TASK TO COMPLETE: The required result is the exact run of lines beginning at the one containing "there is such" and ending at the last line of the entries.

(Collected data entries)
"""Processes as tests look at them."""

from pathlib import Path


def is_alive(pid: int) -> bool:
    """Whether there is such a process, and it has not ended."""
    try:
        state = Path(f"/proc/{pid}/stat").read_text().rpartition(")")[2].split()[0]
    except (FileNotFoundError, ProcessLookupError):
        return False
    return state != "Z"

SOLUTION TO THE PROBLEM:
    """Whether there is such a process, and it has not ended."""
    try:
        state = Path(f"/proc/{pid}/stat").read_text().rpartition(")")[2].split()[0]
    except (FileNotFoundError, ProcessLookupError):
        return False
    return state != "Z"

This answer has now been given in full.